話音落下,烏雲仙對著鴻鈞微微一禮,唇角輕揚,身影卻已淡去。
下一瞬,他身形如煙,飄然遠遁,隻留一道殘影消散在天際。
那一劍,已是傾盡全力,劍勢貫穿天地,將自身劍道推至巔峰。而與鴻鈞短暫交鋒之後,體內元神震蕩,竟隱隱有新的頓悟在悄然凝聚。
機不可失,他自然不會在此久留,浪費這千載難逢的契機。
鴻鈞立於虛空,望著那遠去的背影,眸光幽深如淵。
心頭翻湧著無數疑問——這烏雲仙,究竟是何時變得如此可怕?他的劍,為何能撼動自己的道基?
可一切毫無頭緒,彷彿憑空崛起,無跡可尋。
正思忖間,一道清麗身影緩步而出,聲音平靜卻不容忽視:
“晚輩碧霄,拜見道祖。近日剛破境不久,對玄仙境後期之道尚有不明,懇請道祖指點。”
鴻鈞目光一轉,落在來人身上,眉梢微動,眼皮竟是不受控製地跳了一下。
玄仙後期?!
截教之中,誰不知碧霄早已“銷聲匿跡”千年?
就在烏雲仙一劍逼退鴻鈞、轉身離去後,這片天地陷入短暫沉寂。
而鴻鈞仍沉浸於驚疑之中,尚未理清烏雲仙的底細時,那道熟悉又陌生的身影,已然走出人群。
碧霄,要出手了!
“咦?是碧霄師姐!她又站出來了!”
“不是吧?自從修了穩健之道,她連呼吸都怕惹出因果,這次居然主動請戰?”
“這應該是第三次了吧?第一次闖闡教,第二次應對元始天尊試探,如今是第三次。

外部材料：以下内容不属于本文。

from dataclasses import replace

import pytest
from hypothesis import given, strategies as st

from diskwatch.machine.held import Family
from diskwatch.machine.text import Sheet
from diskwatch.machine.told import drive_of, family_of, merged, serial_of
from diskwatch.records import Drive, Identity, Kind
from tests.machine.recordings import FIXTURES, text_of


def sheet(name: str, *changes: tuple[str, str]) -> Sheet:
    text = text_of(FIXTURES / name / "all.txt")
    for old, new in changes:
        assert old in text
        text = text.replace(old, new)
    return Sheet.of(text.splitlines())


def drive(
    kind: Kind = Kind.HDD,
    *,
    wwn: str | None = None,
    model: str | None = None,
    serial: str | None = None,
    rpm: int | None = None,
) -> Drive:
    identity = Identity(wwn=wwn, model=model, serial=serial, path="/dev/sdx")
    return Drive(identity=identity, kind=kind, rotation_rpm=rpm)


@pytest.mark.parametrize("text", ["", "   ", "[No Information Found]", "\x01\x02A"])
def test_a_serial_that_is_not_stated_is_none(text: str):
    assert serial_of(text) is None


@pytest.mark.parametrize("text", ["INVENTED-1", "PKXXXXXXXXXXGB", "00001", "  AB 12  ", "XXXXXXXX", "0"])
def test_a_serial_is_kept_as_it_stands_but_for_outer_blanks(text: str):
    assert serial_of(text) == text.strip()


@pytest.mark.parametrize(
    ("text", "serial"),
    [
        ("INV\x7f\x9d0;x\x07-KR-0012", "INV0;x-KR-0012"),
        ("\x01 AB\u202e12 \x02", "AB12"),
        ("A\x00", "A"),
        ("\x01A", None),
        ("\x01\x02", None),
        ("\x1b[No Information Found]", None),
    ],
)
def test_what_can_be_shown_of_a_serial_is_kept_though_a_control_character_stands_in_it(
    text: str, serial: str | None
):
    assert serial_of(text) == serial


def test_a_model_with_a_control_character_in_it_is_kept_and_nothing_else_of_the_drive_is_lost():
    changed = sheet(
        "invented_hdd_failing",
        ("Tundra BT4000", "Tun\x9b2Jdra\u202e BT4000"),
        ("INVENTED-BT", "INV\x07ENTED-BT"),
    )
    found = drive_of(Family.ATA, None, changed, "/dev/x")
    plain = drive_of(Family.ATA, None, sheet("invented_hdd_failing"), "/dev/x")
    assert found is not None
    assert plain is not None
    assert found == replace(plain, identity=replace(plain.identity, model="Borealis Tun2Jdra BT4000"))


def test_a_name_longer_than_any_drive_has_room_for_is_none():
    assert serial_of("AB" * 60) is not None
    assert serial_of("AB" * 61) is None


@given(st.text(max_size=30))
def test_a_serial_never_holds_what_a_terminal_might_act_on(text: str):
    found = serial_of(text)
    assert found is None or found.isprintable()


@pytest.mark.parametrize(
    ("name", "family"),
    [
        ("invented_hdd_failing", Family.ATA),
        ("invented_nvme_hot", Family.NVME),
        ("invented_sas_megaraid_failing", Family.SCSI),
        ("invented_virtual_no_smart", Family.ATA),
    ],
)
def test_the_family_is_seen_in_the_text_without_any_type(name: str, family: Family):
    assert family_of(None, sheet(name), None) is family


def test_what_was_answered_decides_on_the_family_before_how_it_was_asked():
    told = {"device": {"protocol": "SCSI"}}
    assert family_of(told, sheet("invented_hdd_failing"), "megaraid,7") is Family.ATA
    assert family_of({**told, "nvme_version": {"string": "1.4"}}, Sheet.of([]), "scsi") is Family.NVME
    assert family_of(told, Sheet.of([]), "nvme") is Family.SCSI
    assert family_of(None, Sheet.of([]), "sntasmedia") is Family.NVME
    assert family_of(None, Sheet.of([]), "scsi") is Family.SCSI
    assert family_of(None, Sheet.of([]), "sat") is Family.ATA


def test_world_wide_names_are_written_as_linux_writes_them():
    named = {
        "invented_hdd_failing": (Family.ATA, "naa.5fffff0000000001"),
        "invented_nvme_hot": (Family.NVME, "eui.fffff00000000063"),
        "invented_sas_megaraid_failing": (Family.SCSI, "naa.5fffff0000000041"),
    }
    for name, (family, wwn) in named.items():
        found = drive_of(family, None, sheet(name), "/dev/x")
        assert found is not None
        assert found.identity.wwn == wwn


def test_a_world_wide_name_of_zeros_or_of_no_known_form_is_none():
    for new in ("0 000000 000000000", "5 000000 000000000", "5 fffff0 00000001", "f fffff0 000000001"):
        found = drive_of(Family.ATA, None, sheet("invented_hdd_failing", ("5 fffff0 000000001", new)), "/dev/x")
        assert found is not None
        assert found.identity.wwn is None


def test_the_model_of_a_scsi_drive_is_vendor_and_product():
    found = drive_of(Family.SCSI, None, sheet("invented_sas_megaraid_failing"), "/dev/x")
    assert found is not None
    assert (found.identity.model, found.kind, found.firmware) == ("NORDWALL NW10K600", Kind.SAS, "N003")


def test_a_scsi_drive_that_names_no_transport_is_taken_for_sas():
    told = sheet("invented_sas_megaraid_failing", ("Transport protocol:   SAS (SPL-4)\n", ""))
    found = drive_of(Family.SCSI, None, told, "/dev/x")
    assert found is not None
    assert found.kind is Kind.SAS


def test_a_serial_that_stands_for_nothing_gives_way_to_one_that_the_kernel_knows():
    behind = drive(serial="XXXXXXXX")
    assert merged(drive(serial="INV-7"), behind).identity.serial == "INV-7"
    assert merged(drive(serial="0000"), behind).identity.serial == "XXXXXXXX"
    assert merged(drive(), behind).identity.serial == "XXXXXXXX"


def test_an_answer_that_names_no_drive_gives_none():
    assert drive_of(Family.ATA, None, Sheet.of(["smartctl 7.3"]), "/dev/x") is None


def test_a_volume_that_a_controller_makes_up_is_virtual():
    found = drive_of(Family.SCSI, None, sheet("megaraid_vd_0"), "/dev/x")
    assert found is not None
    assert found.kind is Kind.VIRTUAL


def test_an_additional_product_id_is_not_taken_for_the_model():
    found = drive_of(
        Family.ATA,
        None,
        sheet("invented_hdd_failing", ("Firmware Version:", "Add. Product Id:  oemlabel\nFirmware Version:")),
        "/dev/x",
    )
    assert found is not None
    assert found.identity.model == "Borealis Tundra BT4000"


def test_what_the_drive_says_comes_first_and_the_kernel_fills_gaps():
    kernel = replace(
        drive(wwn="naa.5000000000000001", model="KERNEL", serial="K1"), capacity_bytes=10, firmware="k"
    )
    told = drive(model="TOLD", serial="T1", rpm=7_200)
    both = merged(kernel, told)
    assert both.identity == Identity(wwn="naa.5000000000000001", model="TOLD", serial="T1", path="/dev/sdx")
    assert (both.capacity_bytes, both.firmware, both.rotation_rpm) == (10, "k", 7_200)


def test_an_nvme_drive_keeps_the_name_that_the_kernel_formed():
    kernel = drive(Kind.NVME, wwn="eui.00000000000000010000000000000002")
    told = drive(Kind.NVME, wwn="eui.0000000000000001")
    assert merged(kernel, told).identity.wwn == "eui.00000000000000010000000000000002"
    assert merged(drive(Kind.NVME), told).identity.wwn == "eui.0000000000000001"


@pytest.mark.parametrize(
    ("kernel", "told", "rpm", "kind"),
    [
        (Kind.USB, Kind.SSD, None, Kind.USB),
        (Kind.USB, Kind.HDD, 5_400, Kind.USB),
        (Kind.USB, Kind.NVME, None, Kind.NVME),
        (Kind.VIRTUAL, Kind.HDD, None, Kind.VIRTUAL),
        (Kind.HDD, Kind.VIRTUAL, None, Kind.VIRTUAL),
        (Kind.HDD, Kind.SSD, None, Kind.SSD),
        (Kind.SSD, Kind.HDD, 7_200, Kind.HDD),
        (Kind.SSD, Kind.HDD, None, Kind.SSD),
        (Kind.SAS, Kind.SSD, None, Kind.SSD),
        (Kind.HDD, Kind.SAS, 10_000, Kind.SAS),
    ],
)
def test_the_kind_is_the_first_that_either_is_sure_of(kernel: Kind, told: Kind, rpm: int | None, kind: Kind):
    both = merged(drive(kernel), drive(told, serial="T1", rpm=rpm))
    assert both.kind is kind
    assert both.rotation_rpm == rpm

”
“說實話,‘穩健人設’早就立住了。雖然和以前那個蹦躂不停的碧霄判若兩人,但我們也都習慣了。”
“可現在她又衝出來……我反而有點不慣慣了。”
眾截教弟子麵麵相覷,一臉錯愕。
要知道,碧霄本性活潑,愛說愛笑,曾在萬仙陣中一人攪亂全場,堪稱截教頭號活寶。
但千年前一次偶然,她得了一本奇書——《我家師兄太穩健了》。
自那以後,性情大變。
昔日那個敢罵通天教主“師父您今天穿得太浮誇”的丫頭,徹底封印了本我。
從此謹言慎行,步步為營,連打坐都要先布九重隱匿陣法,確認方圓萬裡無人窺探才肯入定。

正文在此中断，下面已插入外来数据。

"""What reading drives costs, and what it survives in bulk; run by hand, apart from the fast tests.

    pytest -m bench -s tests/machine/test_cost.py
    DISKWATCH_MUTATIONS=100000 pytest -m bench -s tests/machine/test_cost.py -k mutated

Measured on two shared virtual cores: see the figures that the tests print; each is beside its floor.
"""

import json
import os
import random
import time
from collections.abc import Callable

import pytest

from diskwatch.machine.command import Answer, Door, Ending
from diskwatch.machine.document import document_of, plain_lines
from diskwatch.machine.held import device_of
from diskwatch.machine.outcomes import of_words
from diskwatch.machine.protocol import Address, Found
from diskwatch.machine.reading import understood
from diskwatch.machine.smartctl import Smartctl
from diskwatch.records import Drive, Identity, Kind, Outcome, Place
from tests.machine import witness
from tests.machine.mutations import mutated
from tests.machine.recordings import FIXTURES, text_of
from tests.machine.test_reading import DOCUMENTS, ORIGINALS

pytestmark = pytest.mark.bench

DRIVES = 24
MUTATIONS = int(os.environ.get("DISKWATCH_MUTATIONS", "2000"))


def recorded() -> list[tuple[str, str]]:
    """The first recorded drives that can be read, as (name, text); invented ones stand aside."""
    found = []
    for path in sorted(FIXTURES.glob("*/all.txt")):
        text = text_of(path)
        what = understood(text.splitlines(), None, type_=None, path="/dev/x")
        if not path.parent.name.startswith("invented") and what.says_something and what.drive is not None:
            found.append((path.parent.name, text))
    return found[:DRIVES]


class Playing(Door):
    """Hands out one recorded answer a drive, wrapped as ``--json=o`` wraps it; runs nothing."""

    def __init__(self, answers: dict[str, str]) -> None:
        super().__init__()
        self.answers = {
            node: json.dumps({"smartctl": {"output": text.splitlines()}}).encode()
            for node, text in answers.items()
        }

    def run(self, argv: object, *, timeout: float, owner: str = "") -> Answer:
        del timeout
        assert isinstance(argv, list)
        return Answer(ending=Ending.ENDED, status=0, out=self.answers[owner])


def drive(node: str) -> Found:
    return Found(
        address=Address(node=node, type="sat"),
        blocks=(),
        place=Place(device=node),
        drive=Drive(identity=Identity(wwn=None, model=None, serial=None, path=node), kind=Kind.HDD),
    )


def least_cpu_seconds(deed: Callable[[], object], times: int = 5) -> float:
    """The processor time of the quickest of some runs: what others on the machine do must not count."""
    least = float("inf")
    for _ in range(times):
        begun = time.process_time()
        deed()
        least = min(least, time.process_time() - begun)
    return least


def test_two_dozen_recorded_drives_cost_less_than_a_second_of_processor_time():
    drives = recorded()
    assert len(drives) == DRIVES
    tool = Smartctl("smartctl", 60, lambda: 0, door=Playing(dict(drives)))
    families = {name: understood(text.splitlines(), None, type_=None, path="x").family for name, text in drives}
    asked = [drive(name) for name, _ in drives]

    def ours() -> None:
        assert all(tool.ask(one).outcome is Outcome.READ for one in asked)

    def floor() -> None:
        for name, text in drives:
            device_of(text.splitlines(), families[name])

    whole, bare = least_cpu_seconds(ours), least_cpu_seconds(floor)
    print(  # noqa: T201 - a measurement is for whoever runs it
        f"\n{DRIVES} drives: {whole * 1000:.0f} ms of processor time, pySMART alone {bare * 1000:.0f} ms"
    )
    assert whole < 1.0


def test_mutated_answers_raise_nothing_and_give_no_number_that_they_do_not_state():
    dice = random.Random(20_261_201)  # noqa: S311 - dice, no secrets
    begun, cpu = time.monotonic(), time.process_time()
    for number in range(MUTATIONS):
        as_document = number % 5 == 4
        text = mutated(dice.choice(DOCUMENTS if as_document else ORIGINALS), dice)
        document = document_of(text) if as_document else None
        lines = plain_lines(document) if document is not None else tuple(text.splitlines())
        what = understood(lines, document, type_=None, path="/dev/x")
        of_words(lines, dice.choice((0, 2, 3, 4, 64)), what, expects_smart=True, kind=Kind.HDD, command="x")
        witness.check(what, lines, document)
    print(  # noqa: T201 - a measurement is for whoever runs it
        f"\n{MUTATIONS} mutated answers in {time.monotonic() - begun:.0f} s, "
        f"{time.process_time() - cpu:.0f} s of processor time: none raised, none invented"
    )
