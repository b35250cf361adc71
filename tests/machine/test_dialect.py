from dataclasses import replace

import pytest

from diskwatch.machine.command import Answer, Ending
from diskwatch.machine.dialect import Knows, complaint_of, lesser

JSON = "=======> UNRECOGNIZED OPTION: json=o"
STATUS = "=======> INVALID ARGUMENT TO -n: standby,3"
LOG = "=======> INVALID ARGUMENT TO -l: devstat"


def said(text: str, status: int = 1) -> Answer:
    return Answer(ending=Ending.ENDED, status=status, out=text.encode())


@pytest.mark.parametrize("line", [JSON, STATUS, LOG, "cat: unrecognized option '--json=o'"])
def test_the_line_that_names_an_option_is_the_complaint(line: str):
    assert complaint_of(said(f"smartctl 7.3\n\n{line}\n")) == line


@pytest.mark.parametrize(
    "answer",
    [
        said(JSON, 0),
        said(f"=== START OF INFORMATION SECTION ===\n{JSON}"),
        said("=======> INVALID ARGUMENT TO -d: sntnew"),
        said("Read Device Identity failed: Input/output error", 2),
        Answer(ending=Ending.TIMED_OUT, out=JSON.encode()),
    ],
)
def test_words_that_stand_in_an_answer_or_speak_of_the_device_are_no_complaint(answer: Answer):
    assert complaint_of(answer) is None


def test_what_a_complaint_names_is_left_out_and_nothing_else():
    whole = Knows()
    assert lesser(whole, JSON) == replace(whole, json=False)
    assert lesser(whole, STATUS) == replace(whole, status=False)
    assert lesser(whole, LOG) == replace(whole, logs=whole.logs - {"devstat"})


def test_a_complaint_that_names_nothing_known_ends_after_all_was_left_out():
    knows, steps = Knows(), 0
    while (less := lesser(knows, "usage: something")) is not None:
        knows, steps = less, steps + 1
    assert (steps, knows.json, knows.status) == (2, False, False)
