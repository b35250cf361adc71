import pytest

from diskwatch.machine.file_blocks import FileBlock, file_block, sector_of
from tests.machine.trees import Tree


@pytest.fixture
def mounted(tree: Tree):
    """A disk with an ext4 file system, one of another sort, and one behind encryption."""
    disk = tree.sata()
    for name, number, start in (("sda1", "8:1", 2_048), ("sda2", "8:2", 4_096), ("sda3", "8:3", 8_192)):
        part = tree.partition(disk, name, number)
        tree.put(part / "start", str(start))
        tree.put(part / "size", "2048")
    tree.mount("8:1", "/srv/data", "ext4", "/dev/sda1")
    tree.mount("8:1", "/srv", "ext4", "/dev/sda1", root="/shared")
    tree.mount("8:2", "/other", "xfs", "/dev/sda2")
    tree.mount("254:0", "/secret", "ext4", "/dev/mapper/secret")
    return tree


def at(tree, sector, size=4_096):
    return file_block("sda", sector, sys_root=tree.sys, proc_root=tree.proc, size_of=lambda _: size)


def test_a_sector_is_a_block_of_the_file_system_that_its_partition_holds(mounted):
    assert at(mounted, 2_048 + 17) == FileBlock(node="/dev/sda1", point="/srv", block=2, size=4_096)
    place = at(mounted, 2_048 + 17, size=1_024)
    assert place is not None
    assert place.block == 8


def test_a_file_system_on_the_whole_disk_counts_from_its_start(tree):
    tree.sata()
    tree.mount("8:0", "/srv", "ext4", "/dev/sda")
    assert at(tree, 800) == FileBlock(node="/dev/sda", point="/srv", block=100, size=4_096)


@pytest.mark.parametrize("sector", [10, 4_100, 8_200, 99_999])
def test_where_no_ext4_lies_directly_there_is_none(mounted, sector):
    assert at(mounted, sector) is None


def test_a_mount_that_does_not_tell_its_block_size_is_none(tree):
    tree.sata()
    tree.mount("8:0", "/no/such/folder/here", "ext4", "/dev/sda")
    assert at(tree, 2_060, size=0) is None
    assert file_block("sda", 2_060, sys_root=tree.sys, proc_root=tree.proc) is None


def test_a_self_tests_blocks_are_as_large_as_the_disks_own(tree):
    disk = tree.sata()
    assert sector_of("sda", 100, sys_root=tree.sys) == 100
    tree.put(disk / "queue/logical_block_size", "4096")
    assert sector_of("sda", 100, sys_root=tree.sys) == 800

千年下來,她在教內露麵的次數屈指可數,簡直像是被抹去的存在。
偶爾現身,也是靜默如影,眼神掃視四周,耳聽八方動靜,生怕捲入一絲風波。
穩健,已刻進骨子裏。
起初,同門根本無法接受——一個整天放雷符炸山玩的瘋丫頭,突然變成連走路都怕踩死螞蟻的謹慎狂魔?
誰能適應?
可碧霄走上了這條路,便再未回頭。
因為這,就是她的道。
為了“穩”,她甚至能做到極致——當年通天教主從紫霄宮議事歸來,眾弟子齊聚迎接,唯獨不見碧霄真身。
問其原因,她傳音回道:“時機未到,不宜現身。”
你說離譜不離譜?
可千年光陰流轉,眾人也終於慢慢接受了這個全新的碧霄。
尤其在這漫長歲月裡,她雖低調,卻常於論道時點撥一二,言語不多,句句藏機。
那份深入骨髓的謹慎,也在不知不覺中,滲入截教每一個人的心境。
隻是,當截教弟子好不容易適應了碧霄那副“萬事不爭、能躲就躲”的苟道作風後,她突然來了幾波神操作,直接把所有人整得目瞪口呆。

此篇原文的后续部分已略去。